Provided records START
/**
 * Demo purge schedules, so a visitor sees purges within minutes and the simulator's timetable
 * (a 900 s cycle, simulator/timetable.ts) produces a missed purge and a valve stuck open.
 *
 * The timetable cycle starts when the simulator does, not on the clock, so an interval equal to
 * the cycle (15 min) would meet it at the same phase every time: always or never inside a fault.
 * A 20 min interval steps 300 s through the cycle, so of every three lakeline-wren purges two fall
 * in its stuck-valve window (120–720 s, 600 s wide) and are missed; 16 min steps 60 s, so corrin-bay
 * meets its valve-stuck-open window (600–840 s) in 4 of every 15 purges.
 */
import type { Kysely } from 'kysely';
import type { PurgeSchedule } from '$lib/purge';
import type { Database } from '../db/schema';
import { audit, SYSTEM } from '../audit';
import * as repo from './repository';
import { plain } from './schedule';

export const DEMO_PURGE_SCHEDULES: Record<string, PurgeSchedule> = {
	'corrin-bay': { enabled: true, interval_min: 16, duration_s: 20, offset_min: 2, quiet_hours: [] },
	'hallow-tern': {
		enabled: true,
		interval_min: 15,
		duration_s: 30,
		offset_min: 5,
		quiet_hours: []
	},
	'lakeline-wren': {
		enabled: true,
		interval_min: 20,
		duration_s: 25,
		offset_min: 7,
		quiet_hours: []
	},
	// alongside in Lisbon overnight, where (in this fictional demo) nothing may go overboard
	'skerry-lark': {
		enabled: true,
		interval_min: 15,
		duration_s: 20,
		offset_min: 10,
		quiet_hours: [{ from: '01:00', to: '05:00' }]
	}
};

/** Seeds a schedule for each demo vessel that has none; a second run changes nothing. */
export async function seedDemoPurgeSchedules(db: Kysely<Database>): Promise<void> {
	for (const [code, schedule] of Object.entries(DEMO_PURGE_SCHEDULES)) {
		const vessel = await db
			.selectFrom('vessels')
			.select('id')
			.where('code', '=', code)
			.executeTakeFirst();
		if (!vessel || (await repo.getSchedule(db, vessel.id))) continue;
		const at = Date.now();
		await repo.saveSchedule(db, vessel.id, schedule, at, 'demo seed');
		await audit(db, SYSTEM, {
			action: 'purge.schedule.update',
			entity: 'separator',
			entityId: vessel.id,
			vesselId: vessel.id,
			at,
			details: { reason: 'demo seed', before: null, after: plain(schedule) }
		});
	}
}
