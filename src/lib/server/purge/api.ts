/** The purge API's input shapes and the running service, for the thin routes. */
import { z } from 'zod';
import { MAX_TIME_MS } from '$lib/history/range';
import { MAX_DURATION_S, MIN_DURATION_S } from '$lib/purge';
import { ApiError } from '../api/errors';
import { parseInstant } from '../api/time';
import type { AppContext } from '../context';
import type { PurgeService } from './service';

/** POST …/purge: the duration within the schedule's bounds; the schedule's own when left out */
export const purgeNowInput = z.object({
	duration_s: z
		.number({ error: `a whole number of seconds, ${MIN_DURATION_S} to ${MAX_DURATION_S}` })
		.int('a whole number of seconds')
		.min(MIN_DURATION_S, `at least ${MIN_DURATION_S} s`)
		.max(MAX_DURATION_S, `at most ${MAX_DURATION_S} s`)
		.optional()
});

export const purgesQuery = z.object({
	from: z.string().optional(),
	to: z.string().optional()
});

/** ms: GET …/purges without `from` covers the last day */
const DEFAULT_RANGE_MS = 86_400_000;

export function purgesRange(q: z.output<typeof purgesQuery>, now = Date.now()) {
	const to = q.to === undefined ? now : parseInstant(q.to, 'to');
	// a default stays a time a Date can hold
	const from = q.from === undefined ? Math.max(to - DEFAULT_RANGE_MS, -MAX_TIME_MS) : parseInstant(q.from, 'from');
	if (from > to)
		throw new ApiError(400, 'bad_query', 'from: must not be after to', {
			from: 'must not be after to'
		});
	return { from, to };
}

export function purgeService(ctx: AppContext): PurgeService {
	const service = ctx.services.purge;
	if (!service) throw new ApiError(503, 'unavailable', 'the purge scheduler is not running');
	return service;
}
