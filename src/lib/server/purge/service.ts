/**
 * The purge schedule as one running part: the per-separator node-cron jobs, the commands they and
 * "purge now" issue, and the proof fed by the ingest pipeline's valve reports.
 *
 * Start-up: commands left pending by the previous run are judged from the stored valve events
 * (a purge that happened while the server was down is still proved), then every job is built
 * from the database. A schedule change rebuilds its vessel's job at once, as does a vessel's
 * configuration change (its time zone or code).
 */
import { randomUUID } from 'node:crypto';
import {
	MAX_DURATION_S,
	MIN_DURATION_S,
	type PurgeScheduleChange,
	type PurgeTolerances
} from '$lib/purge';
import type { AppContext } from '../context';
import type { Actor } from '../audit';
import { audit } from '../audit';
import { ApiError, notFound } from '../api/errors';
import * as repo from './repository';
import {
	commandView,
	issueCommand,
	PublishError,
	type CommandView,
	type IssueDeps
} from './commands';
import { PurgeScheduler, type JobSpec } from './scheduler';
import { PurgeVerifier } from './verifier';
import { readSchedule, UNSET_SCHEDULE, writeSchedule, type ScheduleView } from './schedule';

/** GET …/purges answers at most this many commands (newest first) */
export const MAX_LISTED_COMMANDS = 5_000;

export interface PurgeService {
	scheduler: PurgeScheduler;
	verifier: PurgeVerifier;
	getSchedule(vesselId: number): Promise<ScheduleView>;
	/** validated change → stored, audited, job rebuilt before this resolves */
	setSchedule(
		vesselId: number,
		change: PurgeScheduleChange,
		actor: Actor
	): Promise<ScheduleView & { changed: boolean }>;
	/** "purge now": 409 while a purge is under way or the valve reports open, 503 when the broker refuses */
	purgeNow(vesselId: number, actor: Actor, durationS?: number): Promise<CommandView>;
	purges(
		vesselId: number,
		from: number,
		to: number
	): Promise<{ purges: CommandView[]; truncated: boolean }>;
	/** shorter proof tolerances (tests; a later setting); the defaults are common practice */
	setTolerances(tolerances: Partial<PurgeTolerances>): void;
	stop(): Promise<void>;
}

/** A scheduled run that sent no command, recorded as missed with the reason. */
function skippedRun(vesselId: number, durationS: number, finding: string): repo.CommandRow {
	const at = Date.now();
	return {
		id: randomUUID(),
		vessel_id: vesselId,
		requested_at: at,
		requested_by: 'schedule',
		user_id: null,
		source: 'schedule',
		duration_s: durationS,
		outcome: 'missed',
		finding,
		opened_at: null,
		closed_at: null,
		decided_at: at,
		dp_before_bar: null,
		dp_after_bar: null
	};
}

export async function startPurge(ctx: AppContext): Promise<PurgeService> {
	const { db, config } = ctx;
	const telemetry = ctx.services.telemetry;
	if (!telemetry) throw new Error('purge: telemetry must start first (parts.ts)');
	const log = (line: string) => console.log(`[purge] ${line}`);

	const verifier = new PurgeVerifier({
		db,
		engine: () => ctx.services.alarms?.engine,
		drain: () => telemetry.pipeline.drain(),
		log
	});
	const issueDeps: IssueDeps = {
		db,
		verifier,
		prefix: config.MQTT_TOPIC_PREFIX,
		publish: (topic, payload) => telemetry.publish(topic, payload)
	};
	/** vessels with a command being recorded right now: two requests must not both pass the check */
	const issuing = new Set<number>();

	const vesselCode = async (vesselId: number) =>
		telemetry.registry.vesselById(vesselId)?.code ?? (await repo.vesselFacts(db, vesselId))?.code;

	/** Why a purge cannot start now, or null. */
	const busy = (vesselId: number): { code: string; message: string } | null => {
		if (issuing.has(vesselId) || verifier.hasPending(vesselId)) {
			return { code: 'purge_in_progress', message: 'a purge is under way; wait for its outcome' };
		}
		if (telemetry.pipeline.latestSeparator.get(vesselId)?.purge_valve === 'open') {
			return {
				code: 'valve_open',
				message: 'the purge valve reports open now; a purge cannot start until it closes'
			};
		}
		return null;
	};

	const issue = async (
		vesselId: number,
		code: string,
		durationS: number,
		source: 'schedule' | 'manual',
		actor: Actor | null
	) => {
		issuing.add(vesselId);
		try {
			return await issueCommand(issueDeps, {
				vesselId,
				vesselCode: code,
				durationS,
				source,
				actor
			});
		} finally {
			issuing.delete(vesselId);
		}
	};

	const specOf = (s: repo.StoredSchedule, v: repo.VesselFacts): JobSpec => ({
		vesselId: v.id,
		vesselCode: v.code,
		timeZone: v.time_zone,
		schedule: {
			enabled: s.enabled,
			interval_min: s.interval_min,
			duration_s: s.duration_s,
			offset_min: s.offset_min,
			quiet_hours: s.quiet_hours
		}
	});

	const scheduler = new PurgeScheduler({
		async load(vesselId) {
			const [s, v] = await Promise.all([
				repo.getSchedule(db, vesselId),
				repo.vesselFacts(db, vesselId)
			]);
			return s && v ? specOf(s, v) : undefined;
		},
		async loadAll() {
			const vessels = new Map((await repo.allVesselFacts(db)).map((v) => [v.id, v]));
			return (await repo.listSchedules(db)).flatMap((s) => {
				const v = vessels.get(s.vessel_id);
				return v ? [specOf(s, v)] : [];
			});
		},
		async due(spec) {
			const why = busy(spec.vesselId);
			if (why?.code === 'purge_in_progress') {
				// the command still pending carries the outcome; a second one would only blur it
				log(`scheduled purge of ${spec.vesselCode} skipped: ${why.message}`);
				return;
			}
			if (why) {
				// no command to send, but the run is on record, so a run that did not happen is seen
				await repo.insertCommand(
					db,
					skippedRun(spec.vesselId, spec.schedule.duration_s, 'valve_already_open')
				);
				return;
			}
			const code = (await vesselCode(spec.vesselId)) ?? spec.vesselCode;
			try {
				await issue(spec.vesselId, code, spec.schedule.duration_s, 'schedule', null);
			} catch (err) {
				if (!(err instanceof PublishError)) throw err;
				log(`scheduled purge of ${code} not sent: ${err.message}`);
			}
		},
		log
	});

	const unlisten = telemetry.pipeline.listen({
		separator: (e) => {
			if (e.purge_valve) verifier.report(e.vesselId, { at: e.ts, state: e.purge_valve });
		},
		valve: (e) => {
			if (e.state === 'closed') verifier.valveClosed(e.vesselId);
		}
	});
	const offConfig = ctx.events.on('config.changed', ({ vesselId }) => {
		scheduler
			.rebuild(vesselId)
			.catch((err) => log(`rebuilding the purge job of vessel ${vesselId}: ${String(err)}`));
	});

	try {
		await verifier.restore();
		scheduler.rememberRuns(await repo.lastScheduledAt(db));
		await scheduler.rebuildAll();
	} catch (err) {
		unlisten();
		offConfig();
		await scheduler.stop();
		await verifier.stop();
		throw err;
	}

	return {
		scheduler,
		verifier,
		getSchedule: (vesselId) => readSchedule(db, vesselId),
		async setSchedule(vesselId, change, actor) {
			const changed = await writeSchedule(db, vesselId, change, actor);
			if (changed) await scheduler.rebuild(vesselId);
			return { ...(await readSchedule(db, vesselId)), changed };
		},
		async purgeNow(vesselId, actor, durationS) {
			const code = await vesselCode(vesselId);
			if (!code) throw notFound('vessel');
			const stored = await repo.getSchedule(db, vesselId);
			const duration = durationS ?? stored?.duration_s ?? UNSET_SCHEDULE.duration_s;
			if (!Number.isInteger(duration) || duration < MIN_DURATION_S || duration > MAX_DURATION_S) {
				throw new ApiError(422, 'invalid', `duration_s: ${MIN_DURATION_S} to ${MAX_DURATION_S} s`, {
					duration_s: `a whole number of seconds, ${MIN_DURATION_S} to ${MAX_DURATION_S}`
				});
			}
			const why = busy(vesselId);
			if (why) throw new ApiError(409, why.code, why.message);
			let row: repo.CommandRow | null = null;
			let failure: PublishError | null = null;
			try {
				row = await issue(vesselId, code, duration, 'manual', actor);
			} catch (err) {
				if (!(err instanceof PublishError)) throw err;
				failure = err;
			}
			await audit(db, actor, {
				action: 'purge.now',
				entity: 'separator',
				entityId: vesselId,
				vesselId,
				details: {
					command_id: row?.id ?? failure?.commandId,
					duration_s: duration,
					...(failure ? { publish_failed: failure.message } : {})
				}
			});
			if (!row) {
				throw new ApiError(
					503,
					'broker_unavailable',
					`command ${failure?.commandId} was recorded but not sent: ${failure?.message}`
				);
			}
			return commandView((await repo.getCommand(db, row.id)) ?? row);
		},
		async purges(vesselId, from, to) {
			const rows = await repo.listCommands(db, vesselId, from, to, MAX_LISTED_COMMANDS + 1);
			return {
				purges: rows.slice(0, MAX_LISTED_COMMANDS).map(commandView),
				truncated: rows.length > MAX_LISTED_COMMANDS
			};
		},
		setTolerances(tolerances) {
			verifier.tolerances = { ...tolerances };
		},
		async stop() {
			offConfig();
			unlisten();
			await scheduler.stop();
			await verifier.stop();
		}
	};
}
Provided records END
### Exercise goal
Above are the records; report each line in them that includes the word "corrin".

### Expected answer
 * in its stuck-valve window (120–720 s, 600 s wide) and are missed; 16 min steps 60 s, so corrin-bay
	'corrin-bay': { enabled: true, interval_min: 16, duration_s: 20, offset_min: 2, quiet_hours: [] },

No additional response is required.